What followed, wrote historian John D. Weaver, was a campaign "remarkable for the venom, duplicity and sheer terror it produced in an opposition that linked Harry Chandler and William Randolph Hearst, Louis B. Mayer and Aimee Sample McPherson Hutton." The Los Angeles Times warned that Sinclair would "sovietize California and destroy her business and industry by confiscatory taxation and the competition of land and factory communes." He was called everything from a "public enemy" to an example of "perverted masculinity" to "the red devil" for his views on religion. A political ad warned: "Your personal security is at issue -– the welfare of your home and family, your American citizenship, your rights of self-rule and freedom of worship –- your job and your independence." Highway billboards "blazoned warnings of the horrors to come if he was elected," his wife wrote.

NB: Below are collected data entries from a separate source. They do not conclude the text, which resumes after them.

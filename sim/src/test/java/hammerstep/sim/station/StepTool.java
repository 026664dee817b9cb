package hammerstep.sim.station;

/**
 * A plain tool model for tests: while trigger and enable are on it strikes every {@code intervalMs},
 * each blow a 2 ms half-sine whose peak climbs by {@code stepNm} per blow up to {@code maxNm}; each
 * position's fastener keeps its torque between passes.
 */
final class StepTool implements ToolModel {

    private final double rateHz;
    private final double stepNm;
    private final double maxNm;
    private final long intervalSamples;
    private final double[] heldNm;
    private final int[] blowsAt;
    private int at;
    private boolean trigger;
    private boolean enabled;
    private long sample;
    private long blowStart = Long.MIN_VALUE / 2;
    private long nextBlow;
    private double peak;

    StepTool(int positions, double rateHz, double stepNm, double maxNm, double blowsPerMin) {
        this.rateHz = rateHz;
        this.stepNm = stepNm;
        this.maxNm = maxNm;
        this.intervalSamples = (long) (rateHz * 60 / blowsPerMin);
        this.heldNm = new double[positions];
        this.blowsAt = new int[positions];
    }

    @Override
    public void setTrigger(boolean pulled) {
        trigger = pulled;
    }

    @Override
    public void setEnabled(boolean on) {
        enabled = on;
    }

    @Override
    public void fill(float[] out, int offset, int length) {
        long width = (long) (0.002 * rateHz);
        for (int i = 0; i < length; i++, sample++) {
            if (trigger && enabled && sample >= nextBlow) {
                blowStart = sample;
                nextBlow = sample + intervalSamples;
                peak = Math.min(maxNm, heldNm[at] + stepNm);
                heldNm[at] = Math.max(heldNm[at], peak * 0.9);
                blowsAt[at]++;
            }
            long k = sample - blowStart;
            out[offset + i] = k >= 0 && k < width ? (float) (peak * Math.sin(Math.PI * k / width)) : 0f;
        }
        if (!(trigger && enabled)) {
            nextBlow = Math.max(nextBlow, sample);
        }
    }

    @Override
    public void moveTo(int index) {
        at = index;
    }

    @Override
    public void newPart() {
        java.util.Arrays.fill(heldNm, 0);
        java.util.Arrays.fill(blowsAt, 0);
    }

    @Override
    public int blows() {
        return blowsAt[at];
    }

    @Override
    public double residualTorqueNm() {
        return heldNm[at];
    }
}
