package hammerstep.sim.station;

import hammerstep.config.ConfigException;
import hammerstep.joint.Direction;
import hammerstep.joint.JointMonitor;
import hammerstep.joint.JointProgram;
import hammerstep.joint.ProgramFile;
import hammerstep.joint.Reason;
import hammerstep.joint.Verdict;
import hammerstep.results.JointOutcome;
import hammerstep.results.MemoryOutbox;
import hammerstep.results.OutboxResultSink;
import hammerstep.results.PartOutcome;
import hammerstep.results.StationEvent;
import hammerstep.results.StationId;
import hammerstep.sequence.Acknowledge;
import hammerstep.sequence.AfterNoGo;
import hammerstep.sequence.Order;
import hammerstep.sequence.Pattern;
import hammerstep.sequence.Sequence;
import hammerstep.sim.physics.Presets;
import hammerstep.station.PartIdentity;
import hammerstep.station.VirtualClock;
import hammerstep.station.loop.RecordingListener;
import org.junit.jupiter.api.Test;

import java.nio.file.Path;
import java.time.Instant;
import java.util.ArrayList;
import java.util.List;
import java.util.Map;

import static org.assertj.core.api.Assertions.assertThat;

/**
 * The void-and-retighten flow in virtual time: the demo's tool and program on a four-bolt part, a
 * station without confirm sensors, and an operator who, after finishing a bolt, sometimes goes back to
 * it with the tool in reverse and loosens it. Every loosening is published as a joint result; the
 * bolt it undid is prompted again and tightened again; a part ends GO only with every position's last
 * joint a GO tightening after its last loosening. (Tightened again, a bolt loosened only until the
 * hammering stopped keeps part of its clamp and may take too few blows: NO-GO, an attempt, as on a line.)
 */
class LooseningStationTest {

    private static final double RATE = 20_000;

    @Test
    void aLoosenedBoltIsPromptedAgainAndThePartEndsOnlyWhenItIsTightenedAgain() throws ConfigException {
        // the demo's final program without its rehit rule: a bolt loosened only until the hammering stops
        // keeps part of its clamp, and its first blow when tightened again reaches torque.min, which
        // rehit_blows: 1 calls REHIT (docs/patterns.md)
        JointProgram demo = ProgramFile.load(Path.of("../config/demo/programs/flange-final.yaml"));
        JointProgram fin = new JointProgram(demo.id(), demo.revision(), demo.torque(), demo.finalTorque(),
                demo.blows(), demo.rundown(), demo.shutoffAtNm(), 0);
        Pattern pattern = new Pattern("ring-4", "", List.of("1", "2", "3", "4"), List.of(
                new Pattern.Pass("final", fin, Order.cross(4), 5, Acknowledge.OPERATOR, AfterNoGo.REJECT)));
        RigToolModel tool = new RigToolModel(Presets.tool("cordless-three-dog"), Presets.joint("flange-m16"),
                Presets.defaultTransducer(), RATE, 11, 4, 400_000);
        tool.setBlowThresholdNm(fin.blows().countAboveNm());
        VirtualClock clock = new VirtualClock(Instant.parse("2026-03-02T06:00:00Z"));
        VirtualStation hw = new VirtualStation(tool, new VirtualStation.Fixture(4, true, false, 0), RATE, 16, 64,
                1_200_000_000L);
        RecordingListener reports = new RecordingListener();
        List<Throwable> errors = new ArrayList<>();
        long[] ids = {0};
        Habits loosens = new Habits(400, 700, 150, 4000, 5000, 0, 0, 0, 0, 0, 0, 0.3);
        SimulatedStation s = new SimulatedStation(clock, hw,
                new OutboxResultSink(new MemoryOutbox(), new StationId("t", "t", "t"), () -> "j" + ids[0]++,
                        new VirtualClock(Instant.EPOCH)),
                Map.of("R", pattern), new Sequence.Settings("TQ", null, 500),
                JointMonitor.replayConditioning(fin), 1_000_000_000L, loosens,
                List.of(new PartIdentity("R-1", "R"), new PartIdentity("R-2", "R")), 5, reports, errors::add);
        while (!s.finished() && s.nowNs() < 600_000_000_000L) {
            s.step();
        }
        assertThat(errors).isEmpty();
        assertThat(s.finished()).isTrue();

        List<JointOutcome> joints = reports.joints;
        List<JointOutcome> loosenings = joints.stream().filter(j -> j.result().loosening()).toList();
        assertThat(loosenings).as("loosenings published as joint results").isNotEmpty().allSatisfy(j -> {
            assertThat(j.result().direction()).isEqualTo(Direction.LOOSEN);
            assertThat(j.result().verdict()).isEqualTo(Verdict.NO_GO);
            assertThat(j.result().reasons()).contains(Reason.LOOSENED);
            assertThat(j.result().peaksNm()).isNotEmpty();
            assertThat(java.util.Arrays.stream(j.result().peaksNm()).max().orElseThrow()).isNegative();
        });
        List<StationEvent> events = reports.events.stream().filter(e -> e.code().equals("LOOSENED")).toList();
        String story = joints.stream().map(j -> j.partSerial() + "/" + j.positionIndex() + ":"
                + j.result().direction().key() + ":" + j.result().verdict() + j.result().reasons() + Math.round(j.result().finalTorqueNm()) + "/" + j.result().blows()).toList() + " " + events;
        assertThat(events).as("one event per loosening: %s", story).hasSize(loosenings.size());
        assertThat(events.stream().filter(e -> e.severity() == StationEvent.Severity.ALARM))
                .as("GO bolts voided: %s", story).isNotEmpty();
        // no tightening read as a loosening, and no loosening judged as a tightening
        assertThat(joints.stream().filter(j -> !j.result().loosening()))
                .allSatisfy(j -> assertThat(java.util.Arrays.stream(j.result().peaksNm()).min().orElse(1)).isPositive());

        assertThat(reports.parts).hasSize(2);
        // a loosened bolt is tightened again and that tightening is what the part ends on
        boolean retightened = false;
        for (int k = 0; k < joints.size(); k++) {
            JointOutcome a = joints.get(k);
            for (int m = k + 1; a.result().loosening() && m < joints.size(); m++) {
                JointOutcome b = joints.get(m);
                retightened |= !b.result().loosening() && b.result().verdict() == Verdict.GO
                        && b.partSerial().equals(a.partSerial()) && b.positionIndex() == a.positionIndex();
            }
        }
        assertThat(retightened).as("a voided position tightened again GO: %s", story).isTrue();
        assertThat(reports.parts).as("parts: %s %s", story, reports.parts)
                .anySatisfy(p -> assertThat(p.verdict()).isEqualTo("GO"));
        for (PartOutcome p : reports.parts) {
            List<JointOutcome> mine = joints.stream().filter(j -> j.partSerial().equals(p.partSerial())).toList();
            for (int pos = 1; pos <= 4; pos++) {
                int position = pos;
                JointOutcome last = mine.stream().filter(j -> j.positionIndex() == position)
                        .reduce((a, b) -> b).orElseThrow();
                // every loosened bolt was tightened again after it, and that tightening is the one that counts
                assertThat(last.result().loosening()).as("%s position %d ends loosened", p.partSerial(), pos).isFalse();
                if (p.verdict().equals("GO")) {
                    assertThat(last.result().verdict()).isEqualTo(Verdict.GO);
                }
            }
        }
    }
}
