package hammerstep.sim.station;

import hammerstep.config.ConfigException;
import hammerstep.joint.JointMonitor;
import hammerstep.joint.JointProgram;
import hammerstep.joint.ProgramFile;
import hammerstep.results.JointOutcome;
import hammerstep.results.MemoryOutbox;
import hammerstep.results.OutboxResultSink;
import hammerstep.results.PartOutcome;
import hammerstep.results.StationId;
import hammerstep.sequence.Acknowledge;
import hammerstep.sequence.AfterNoGo;
import hammerstep.sequence.Order;
import hammerstep.sequence.Pattern;
import hammerstep.sequence.Sequence;
import hammerstep.sim.physics.Presets;
import hammerstep.station.PartIdentity;
import hammerstep.station.VirtualClock;
import hammerstep.station.loop.RecordingListener;
import org.junit.jupiter.params.ParameterizedTest;
import org.junit.jupiter.params.provider.CsvSource;

import java.nio.file.Path;
import java.time.Instant;
import java.util.ArrayList;
import java.util.List;
import java.util.Map;

import static org.assertj.core.api.Assertions.assertThat;

/**
 * Shut-off on the physics rig: the demo's snug and final programs on the demo's joint, with the cordless tools
 * at their nominal 18 V, from about 1200 to about 3100 blows per minute (demo runs reach 3350 on single
 * joints). Overdriven (21 V and more) the modelled hammer can carry enough energy for one more strike
 * after the cut; that is outside the demo's tools and is noted in docs/design.md. The station drops the relay within one 0.8 ms
 * block of the crossing; no blow may begin after it, neither in the measurement nor in the model.
 */
class ShutoffWithRigTest {

    private static final double RATE = 20_000;
    private static final int BLOCK = 16;

    @ParameterizedTest(name = "{0} at {1} V, mains {2} Hz named")
    @CsvSource({
            "cordless-skip-dog, 18.0, 0",
            "cordless-two-dog, 18.0, 0",
            "cordless-three-dog, 18.0, 0",
            "cordless-three-dog, 18.0, 50"})
    void noBlowBeginsAfterShutoff(String toolName, double volts, double mainsHz) throws ConfigException {
        JointProgram snug = ProgramFile.load(Path.of("../config/demo/programs/flange-snug.yaml"));
        JointProgram fin = ProgramFile.load(Path.of("../config/demo/programs/flange-final.yaml"));
        Pattern pattern = new Pattern("ring-4", "", List.of("1", "2", "3", "4"), List.of(
                new Pattern.Pass("snug", snug, Order.cross(4), 3, Acknowledge.OPERATOR, AfterNoGo.CONTINUE),
                new Pattern.Pass("final", fin, Order.cross(4), 3, Acknowledge.OPERATOR, AfterNoGo.CONTINUE)));
        RigToolModel tool = new RigToolModel(Presets.tool(toolName), Presets.joint("flange-m16"),
                Presets.defaultTransducer(), RATE, 11, 4, 400_000);
        tool.setBatteryVoltage(volts);
        tool.setBlowThresholdNm(fin.blows().countAboveNm());
        VirtualClock clock = new VirtualClock(Instant.parse("2026-03-02T06:00:00Z"));
        VirtualStation hw = new VirtualStation(tool, new VirtualStation.Fixture(4, true, true, 0), RATE, BLOCK, 64,
                1_200_000_000L);
        RecordingListener reports = new RecordingListener();
        List<JointOutcome> joints = reports.joints;
        List<PartOutcome> parts = reports.parts;
        List<Throwable> errors = new ArrayList<>();
        long[] ids = {0};
        SimulatedStation s = new SimulatedStation(clock, hw,
                new OutboxResultSink(new MemoryOutbox(), new StationId("t", "t", "t"), () -> "j" + ids[0]++,
                        new VirtualClock(Instant.EPOCH)),
                Map.of("R", pattern), new Sequence.Settings("TQ", null, 500),
                // as the station conditions it: the transducer's range is known (a quantised crest of an
                // unknown range can pass for a flat top, see docs/design.md)
                JointMonitor.replayConditioning(fin).withRange(Presets.defaultTransducer().ratedTorqueNm())
                        .withMains(mainsHz), 1_000_000_000L, Habits.careful(),
                List.of(new PartIdentity("R-1", "R"), new PartIdentity("R-2", "R")), 3,
                reports, errors::add);
        while (!s.finished() && s.nowNs() < 300_000_000_000L) {
            s.step();
        }
        assertThat(errors).isEmpty();
        assertThat(parts).hasSize(2);
        assertThat(joints).isNotEmpty().allSatisfy(j -> {
            assertThat(j.result().shutoffReached()).isTrue();
            // A hammer already thrown back by the shut-off blow is driven into the jaw again by its cam
            // spring: one rebound strike about 12 ms later, at about a third of the peak, that no relay can
            // prevent (docs/simulator.md, "Known disagreements"). More than that would be the station's fault.
            assertThat(j.result().blowsAfterShutoff()).isLessThanOrEqualTo(1);
        });
        assertThat(tool.blowsAfterRelayOff()).as("blows in the model after the relay dropped, at most one rebound per joint")
                .isLessThanOrEqualTo(joints.size());
        // from the crossing sample to the relay: within one block, plus the impulse rejector's look-ahead
        // (the conditioner hands a sample on only once it knows it is no electrical impulse); the hum
        // canceller, where the mains frequency is named, adds nothing to it
        long lookAheadNs = Math.round(new hammerstep.signal.Conditioner(JointMonitor.replayConditioning(fin), RATE)
                .delaySamples() * 1e9 / RATE);
        assertThat(s.agent().maxShutoffToRelayNs()).isBetween(0L, hw.blockNs() + lookAheadNs);
        double fastest = joints.stream().mapToDouble(j -> rateUpToShutoff(j.result())).max().orElse(0);
        assertThat(fastest).isLessThan(3400);
        if (toolName.equals("cordless-three-dog")) {
            assertThat(fastest).as("the demo's tool strikes at about 2700 to 3300 per minute").isGreaterThan(2600);
        }
    }

    /**
     * Blows per minute over a joint's blows up to the shut-off crossing, leaving out rebound re-strikes
     * (peaks below half the joint's highest): the tool's rate, not its rebounds.
     */
    private static double rateUpToShutoff(hammerstep.joint.JointResult r) {
        long[] t = r.peakTimesNs();
        double[] p = r.peaksNm();
        double max = 0;
        for (double v : p) {
            max = Math.max(max, v);
        }
        long first = -1;
        long last = -1;
        int n = 0;
        for (int i = 0; i < t.length; i++) {
            if (p[i] < 0.5 * max || (r.shutoffReached() && t[i] > r.shutoffAtNs() + 2_000_000L)) {
                continue;
            }
            first = first < 0 ? t[i] : first;
            last = t[i];
            n++;
        }
        return n < 2 ? 0.0 : (n - 1) * 60.0 / ((last - first) * 1e-9);
    }
}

Perhaps the most effective anti-Sinclair campaign was that of movie mogul Louis B. Mayer who, wrote Weaver, "turned his Culver City studio into the unofficial headquarters of the film industry’s organized campaign of vilification and misrepresentation." The effort included "fake newsreel interviews with bewhiskered actors voicing their enthusiasm for EPIC in Russian accents. The most effective footage focussed on Central Casting hobos huddled on the borders of California, waiting to live off the bounty of its taxpayers once Sinclair got elected."
Nor was Sinclair popular within the Democratic Party establishment. George Creel, who opposed Sinclair in the Democratic primary, said of him: "Starry-eyed and ecstatic, he believed as implicitly in his nostrums as Peter the Hermit in the validity of the Children’s Crusade." In the end, not even President Roosevelt, the nation’s No. 1 Democrat, endorsed Sinclair.
Despite the opposition, Sinclair received 879,537 votes, but lost to Merriam’s 1,138,620 votes. In her autobiography, Mrs. Sinclair wrote of the tremendous relief she felt. Noting that the campaign had brought Sinclair to the verge of breakdown, she wrote: "I was sure he would never live to take office; and if he did, who would help him. Who would know how?" When defeat was assured on election night, she "sank down to the floor and burst into tears, crying, ‘Oh, thank God! Thank God!’" Comforting her, a friend said: "We understand, Craig. We were all hoping he wouldn’t win." Years later, Sinclair said of the EPIC campaign: "We gave California and all the other states an exciting awareness of what democracy really is."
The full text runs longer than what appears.